Fund blames rising global demand for high oil prices
Managing director says main challenge is for Cairo to pay off foreign debt


CAIRO: The International Monetary Fund urged Egypt on Tuesday to begin implementing a series of measures it says will help economic recovery, spur growth and raise the standard of living.

IMF managing director Rodrigo Rato told Egyptian President Hosni Mubarak that the main challenge for Cairo was to pay off part of its foreign debt, which hit $28.7 billion in 2003.

He told journalists that he also urged the government to take immediate action to reduce a $8.4 billion budget deficit that has been growing faster than gross domestic product.

Finance Minister Youssef Boutros Ghali said Mubarak had assured Rato that reducing the deficit was "among the government's concerns" and that additional measures would be taken to bring it under control.

Egypt, said Rato, should promote transparency in government spending and accelerate reforms, particularly tax reforms, and continue liberalizing the economy and privatizing state-owned enterprises.

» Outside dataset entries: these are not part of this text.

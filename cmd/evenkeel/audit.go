package main

import (
	"encoding/json"
	"fmt"
	"strings"

	"github.com/urfave/cli/v2"

	"evenkeel/pipeline"
	"evenkeel/provenance"
)

func (s *session) auditCommand() *cli.Command {
	return &cli.Command{
		Name:      "audit",
		Usage:     "check every record against the files it names",
		ArgsUsage: "OUT",
		Description: describe("Digests every file that a record in OUT names and says which are missing or changed.\n"+
			"The raw files are found through OUT's DatasetLinks, or with --dataset.", "evenkeel audit voyage-steady --dataset voyage",
			pipeline.ExitDone, pipeline.ExitOutside, pipeline.ExitUsage, pipeline.ExitNoInput, pipeline.ExitBug, pipeline.ExitIO),
		Flags: []cli.Flag{
			&cli.StringFlag{Name: "dataset", Usage: "the raw dataset, in `DIR`"},
			&cli.BoolFlag{Name: "json", Usage: "the findings as one JSON document"},
			&cli.BoolFlag{Name: "replay", Usage: "recompute each run from its record and compare (comes with a later version)"},
		},
		Action: func(c *cli.Context) error {
			args, err := arguments(c, "OUT")
			if err != nil {
				return err
			}
			if c.Bool("replay") {
				return &pipeline.UsageError{Where: "--replay", Message: "comes with a later version; without it, digests are checked"}
			}
			return s.audit(args[0], c.String("dataset"), c.Bool("json"))
		},
	}
}

func (s *session) audit(out, raw string, asJSON bool) error {
	findings, checked, raw, err := pipeline.Audit(out, raw)
	if err != nil {
		return err
	}
	var b strings.Builder
	if asJSON {
		doc := struct {
			Out      string               `json:"out"`
			Dataset  string               `json:"dataset"` // "" when it could not be found
			Records  int                  `json:"records"`
			Outputs  int                  `json:"outputs"`
			Inputs   int                  `json:"inputs"`
			Unseen   int                  `json:"inputs_unseen"`
			Findings []provenance.Finding `json:"findings"`
		}{out, raw, checked.Records, checked.Outputs, checked.Inputs, checked.InputsUnseen, append([]provenance.Finding{}, findings...)}
		data, err := json.MarshalIndent(doc, "", "  ")
		if err != nil {
			return err
		}
		b.Write(append(data, '\n'))
	} else {
		for _, f := range findings {
			fmt.Fprintf(&b, "%s: %s", f.Kind, f.File)
			if f.Found != "" {
				fmt.Fprintf(&b, ": found %s", f.Found)
			}
			if f.Expected != "" {
				fmt.Fprintf(&b, ", expected %s", f.Expected)
			}
			fmt.Fprintf(&b, " (%s)\n", f.Record)
		}
		fmt.Fprintf(&b, "%s, %s and %s checked: %s\n", counted(checked.Records, "record"), counted(checked.Outputs, "output"), counted(checked.Inputs, "input"), counted(len(findings), "difference"))
	}
	if _, err := fmt.Fprint(s.stdout, b.String()); err != nil {
		return &pipeline.IOError{Path: "standard output", Err: err}
	}
	if checked.InputsUnseen > 0 {
		s.log.warn("inputs-unseen", fmt.Sprintf("%s not checked: the raw dataset was not found; give --dataset DIR", counted(checked.InputsUnseen, "input")), nil)
	}
	if len(findings) > 0 {
		return &exit{pipeline.ExitOutside}
	}
	return nil
}

func counted(n int, what string) string {
	if n != 1 {
		what += "s"
	}
	return fmt.Sprintf("%d %s", n, what)
}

Ghali said the government was pursuing an "objective" economic program in various fields, adding that he expected this to pay off by "attracting foreign investments" and "increasing growth rate."

The reform-minded government of Prime Minister Ahmed Nazif that took office in July has pledged to turn around Egypt's ailing economy and rein in high inflation, skyrocketing unemployment and the huge debt burden.

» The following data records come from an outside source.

package main

import (
	"encoding/json"
	"fmt"
	"io"
	"strings"
	"sync"
	"time"

	"evenkeel/fault"
	"evenkeel/pipeline"
)

// A logger writes what is not a result to standard error: lines that begin with the program's
// name, or with --log json one object a line: time, level, event, message, and
// what belongs to the event (run, fault, ...). Members may be added, never changed.
type logger struct {
	mu          sync.Mutex
	w           io.Writer
	json, quiet bool
	bar         *progress // nil when none is drawn
}

type fields map[string]any

func (l *logger) write(level, event, message string, f fields) {
	l.mu.Lock()
	defer l.mu.Unlock()
	w := l.w
	if l.bar != nil {
		w = l.bar // above the bar
	}
	if !l.json {
		for _, line := range strings.Split(message, "\n") {
			fmt.Fprintf(w, "evenkeel: %s\n", line)
		}
		return
	}
	o := fields{"time": time.Now().UTC().Format(time.RFC3339), "level": level, "event": event, "message": message}
	for k, v := range f {
		o[k] = v
	}
	b, err := json.Marshal(o) // members sorted by name
	if err != nil {
		b, _ = json.Marshal(fields{"level": "error", "event": "bug", "message": err.Error()})
	}
	w.Write(append(b, '\n'))
}

func (l *logger) info(event, message string, f fields) {
	if !l.quiet {
		l.write("info", event, message, f)
	}
}

func (l *logger) warn(event, message string, f fields) {
	if !l.quiet {
		l.write("warning", event, message, f)
	}
}

func (l *logger) error(event, message string, f fields) { l.write("error", event, message, f) }

// hint tells people, not scripts, where to look.
func (l *logger) hint(message string) {
	if !l.json && !l.quiet {
		l.write("info", "hint", message, nil)
	}
}

// fault reports a fault of a run; the JSON object is the one survey prints.
func (l *logger) fault(run string, f fault.Fault) {
	say := l.warn
	if f.Level == fault.Refuse {
		say = l.error
	}
	text := f.Error()
	if accepted(f) {
		text = "accepted: " + text
	}
	say("fault", text, fields{"run": run, "fault": f})
}

// accepted tells whether a fault would refuse its run, had the user not named it with --accept.
func accepted(f fault.Fault) bool {
	k, _ := fault.Lookup(f.ID)
	return k.Level == fault.Refuse && f.Level == fault.Warn
}

// bug reports a mistake of ours in a plain sentence. The stack goes with it only in
// the JSON log, where nobody mistakes it for the message.
func (l *logger) bug(b *pipeline.BugError) {
	l.error("bug", b.Error(), fields{"run": b.Run, "stack": string(b.Stack)})
}

func (l *logger) exit(code int) {
	if l.json {
		l.write("info", "exit", fmt.Sprintf("exit status %d", code), fields{"code": code})
	}
}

Egypt announced in September that it was ready to allow foreign companies to manage state-owned businesses but would not give up control of those firms it sees as strategic.

Rato also said that rising demand was the most important reason behind record oil prices and more investment was needed in oil refineries by crude producers and consumers.

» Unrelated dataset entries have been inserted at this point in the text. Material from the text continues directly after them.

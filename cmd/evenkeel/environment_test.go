package main

import (
	"bytes"
	"context"
	"encoding/json"
	"fmt"
	"io/fs"
	"os"
	"os/exec"
	"path/filepath"
	"runtime"
	"slices"
	"strings"
	"testing"
	"time"

	"evenkeel/phantom"
	"evenkeel/provenance"
)

// writeFleet writes a small cohort of every kind: a run that is long enough for windows which do not
// reach both ends, compressed and of int16; a short one; and two echoes of which one gives the poses.
func writeFleet(t *testing.T, dir string) {
	t.Helper()
	const nt = 18
	n := crewSize
	long := newSailor()
	a := long.header.Affine()
	s := phantom.Scan{Head: phantom.NewHead(11), N: n, NT: nt, Affine: a, TR: crewTR, SliceAxis: 2,
		SliceTimes: phantom.Interleaved(n[2], crewTR), Motion: phantom.Walk(11, 0.6, 0.012, 0.05, [3]float64{}), NoiseSD: 9, Seed: 11}
	data, err := s.Simulate(context.Background(), 2)
	if err != nil {
		t.Fatal(err)
	}
	long.data, long.header.Dim[4], long.header.Datatype, long.gzip = data, nt, 4, true
	short := newSailor()
	first, second := newSailor(), newSailor()
	first.gzip, second.gzip = true, true
	second.sidecar["EchoTime"] = 0.05
	second.data = slices.Clone(second.data)
	for i := range second.data {
		second.data[i] *= 0.6
	}
	writeDataset(dir, long.files("sub-01/func/sub-01_task-watch"), short.files("sub-02/func/sub-02_task-watch"),
		first.files("sub-03/func/sub-03_task-watch_echo-1"), second.files("sub-03/func/sub-03_task-watch_echo-2"),
		map[string][]byte{"sub-01/func/sub-01_task-watch_events.tsv": []byte("onset\tduration\ttrial_type\n0\t1\tflash\n7.5\t1\tflash\n")})
}

// contents are the files below an output, records without the part that may differ, and the
// permission bits of everything.
func contents(t *testing.T, out string) (files map[string]string, modes map[string]fs.FileMode) {
	t.Helper()
	files, modes = map[string]string{}, map[string]fs.FileMode{}
	err := filepath.WalkDir(out, func(name string, d fs.DirEntry, err error) error {
		if err != nil {
			return err
		}
		info, err := d.Info()
		if err != nil {
			return err
		}
		rel, _ := filepath.Rel(out, name)
		modes[rel] = info.Mode()
		if d.IsDir() {
			return nil
		}
		b, err := os.ReadFile(name)
		if err == nil && strings.HasSuffix(rel, provenance.RecordSuffix) {
			r, rerr := provenance.Parse(b)
			if rerr != nil {
				return rerr
			}
			if r.Log.Started.IsZero() || r.Software.GoVersion == "" {
				t.Errorf("%s: an empty log: %+v", rel, r.Log)
			}
			r.Log = provenance.Log{}
			b, err = r.Marshal()
		}
		files[rel] = string(b)
		return err
	})
	if err != nil {
		t.Fatal(err)
	}
	return files, modes
}

// An environment is what surrounds the program while it makes one output.
type environment struct {
	name  string
	env   []string   // beside a bare environment
	umask string     // "" for 022
	bare  bool       // nothing in the environment at all
	dir   string     // where it is started: "raw" for in the dataset, "" for beside it
	out   string     // below the folder of the test; "" for one of its own at its top
	calls [][]string // options of each call, in turn; nil for one without
	plain bool       // the kernels without assembly: without it on this machine, the same as the base
}

var environments = []environment{
	{name: "jobs 2", calls: [][]string{{"--jobs", "2"}}},
	{name: "jobs 5", calls: [][]string{{"--jobs", "5"}}},
	{name: "GOMAXPROCS 1", env: []string{"GOMAXPROCS=1"}},
	{name: "GOMAXPROCS 3", env: []string{"GOMAXPROCS=3"}},
	{name: "without assembly", env: []string{"EVENKEEL_PLAIN=1"}, plain: true},
	{name: "the other decoder", env: []string{"EVENKEEL_INFLATE=klauspost"}},
	{name: "umask 077, comma as decimal point", umask: "077", env: []string{"LC_ALL=de_DE.UTF-8", "LC_NUMERIC=de_DE.UTF-8", "TZ=Asia/Kathmandu"}},
	{name: "umask 002, the Turkish i", umask: "002", env: []string{"LC_ALL=tr_TR.UTF-8", "LANG=tr_TR.UTF-8", "LANGUAGE=tr", "TZ=America/St_Johns"}},
	{name: "shards", calls: [][]string{{"--shard", "1/2"}, {"--shard", "2/2"}}},
	{name: "the runs one by one, the last first", calls: [][]string{{"--subject", "03"}, {"--subject", "02"}, {"--subject", "01"}}},
	{name: "again, then anew", calls: [][]string{{}, {}, {"--redo", "--jobs", "1"}}},
	{name: "nothing in the environment", bare: true},
	{name: "from within the dataset", dir: "raw", env: []string{"TZ=Pacific/Kiritimati"}},
	{name: "an output deep down", out: "deep/er/and deeper/still"},
	{name: "little memory, a busy collector", env: []string{"GOGC=1", "GODEBUG=gcstoptheworld=1"}, calls: [][]string{{"--memory", "100MiB", "--jobs", "3"}}},
}

// The same bytes in every environment, by the route on which a series is in memory and by that on
// which it is streamed. Machines of other kinds are asked in .ci/run.
func TestSameBytesInEveryEnvironment(t *testing.T) {
	program, err := exec.LookPath("evenkeel") // this test's own executable, as testscript sets it up
	if err != nil {
		t.Fatal(err)
	}
	top := t.TempDir()
	raw := filepath.Join(top, "raw")
	writeFleet(t, raw)
	start := time.Now()
	for _, route := range []struct {
		name    string
		options []string
	}{
		{"in memory", []string{"--events"}}, // a pose for every excitation, joint, Fourier
		{"streamed", []string{"--motion", "volume", "--time", "sinc", "--events"}},
	} {
		t.Run(route.name, func(t *testing.T) {
			steady := func(t *testing.T, e environment, out string) {
				t.Helper()
				calls := e.calls
				if calls == nil {
					calls = [][]string{{"--jobs", "1"}}
					if len(e.env) > 0 {
						calls = [][]string{{}}
					}
				}
				dir, in, to := top, "raw", out
				if e.dir != "" {
					dir, in = filepath.Join(top, e.dir), "."
				}
				to, err := filepath.Rel(dir, out)
				if err != nil {
					t.Fatal(err)
				}
				umask := e.umask
				if umask == "" {
					umask = "022"
				}
				for _, call := range calls {
					args := slices.Concat([]string{"-c", `umask ` + umask + `; exec "$@"`, "sh", program, "steady", "--quiet", in, to}, route.options, call)
					c := exec.Command("sh", args...)
					c.Dir = dir
					if !e.bare {
						c.Env = append([]string{"PATH=" + os.Getenv("PATH"), "HOME=" + top, "TMPDIR=" + os.TempDir(), "TZ=UTC", "LC_ALL=C"}, e.env...)
					} else {
						c.Env = []string{}
					}
					if text, err := c.CombinedOutput(); err != nil {
						t.Fatalf("%v: %v\n%s", call, err, text)
					}
				}
			}
			at := func(name string) string { return filepath.Join(top, strings.ReplaceAll(route.name, " ", "-")+"-"+name) }
			base := at("base")
			steady(t, environment{}, base)
			want, _ := contents(t, base)
			series := 0
			for name := range want {
				if strings.HasSuffix(name, "_desc-steady_bold.nii.gz") {
					series++
				}
			}
			if series != 4 {
				t.Fatalf("%d series, want 4", series)
			}
			for i, e := range environments {
				t.Run(e.name, func(t *testing.T) {
					if e.plain && runtime.GOARCH != "amd64" {
						t.Log("no assembly here: the plain kernels are the only ones")
					}
					out := at(fmt.Sprint(i))
					if e.out != "" {
						out = filepath.Join(out, filepath.FromSlash(e.out))
					}
					steady(t, e, out)
					got, modes := contents(t, out)
					compareContents(t, got, want, e.out != "")
					compareModes(t, modes, e.umask)
				})
			}
		})
	}
	t.Logf("%d environments by two routes: %.1f s", len(environments)+1, time.Since(start).Seconds())
}

// compareContents wants equal files. Where an output stands elsewhere as seen from the
// dataset, the links between them may say so, or be left out.
func compareContents(t *testing.T, got, want map[string]string, moved bool) {
	t.Helper()
	for name := range got {
		if _, ok := want[name]; !ok {
			t.Errorf("%s is there, and not in the base", name)
		}
	}
	for name, w := range want {
		g, ok := got[name]
		if !ok {
			t.Errorf("%s is missing", name)
			continue
		}
		if name == "dataset_description.json" && moved {
			g, w = unlinked(t, g), unlinked(t, w)
		}
		if g != w {
			at := 0
			for at < min(len(g), len(w)) && g[at] == w[at] {
				at++
			}
			t.Errorf("%s differs from byte %d (sizes %d, %d):\n%.200q\n%.200q", name, at, len(g), len(w), g[at:], w[at:])
		}
	}
}

func unlinked(t *testing.T, text string) string {
	t.Helper()
	var doc map[string]any
	if err := json.Unmarshal([]byte(text), &doc); err != nil {
		t.Fatal(err)
	}
	delete(doc, "DatasetLinks")
	delete(doc, "SourceDatasets")
	var b bytes.Buffer
	if err := json.NewEncoder(&b).Encode(doc); err != nil {
		t.Fatal(err)
	}
	return b.String()
}

// compareModes wants the bits that any program's files get (POSIX, open and mkdir): 0666
// for a file and 0777 for a folder, less the umask.
func compareModes(t *testing.T, modes map[string]fs.FileMode, umask string) {
	t.Helper()
	less := fs.FileMode(0o022)
	if umask != "" {
		if _, err := fmt.Sscanf(umask, "%o", &less); err != nil {
			t.Fatal(err)
		}
	}
	for name, m := range modes {
		want := 0o666 &^ less
		if m.IsDir() {
			want = 0o777 &^ less
		}
		if m.Perm() != want {
			t.Errorf("%s: %v, want %v", name, m.Perm(), want)
		}
	}
}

"We are in an environment of higher oil prices for many reasons, the most important one an increase in demand," Rato said.

"We ... see clearly a need for an increase in the investment in the oil process, especially in refinery process," he said.

"That, of course, demands that both consumers and producers ... plan clearly for an increase in the refinery capacity of oil products."

Strong oil demand from China and India, political risk in Nigeria and Iraq and disrupted supplies in the United States have driven crude prices to record highs.

Oil prices have remained comfortably above $50 for the past three weeks.

Rato said that governments should not shield consumers from rising oil prices "so that consumers should realize the new prices of energy."

Agustin Carstens, Rato's deputy, said on Monday that global economic growth for 2005 could be lower than the 4.3 percent that had been forecast by the IMF a month ago because of high oil prices.

Rato said however that other global economic factors would partly compensate for the higher oil prices.

"We have to take into consideration that in one side there is an increase in the oil prices, so the downside risk has increased; but also there are other effects of world growth that will, in part, compensate for this," Rato said.
"We will have to see in the next few months how these two forces evolve," he said.

Rato was in Egypt on the final leg of a Middle East tour that also took him to Lebanon and Saudi Arabia.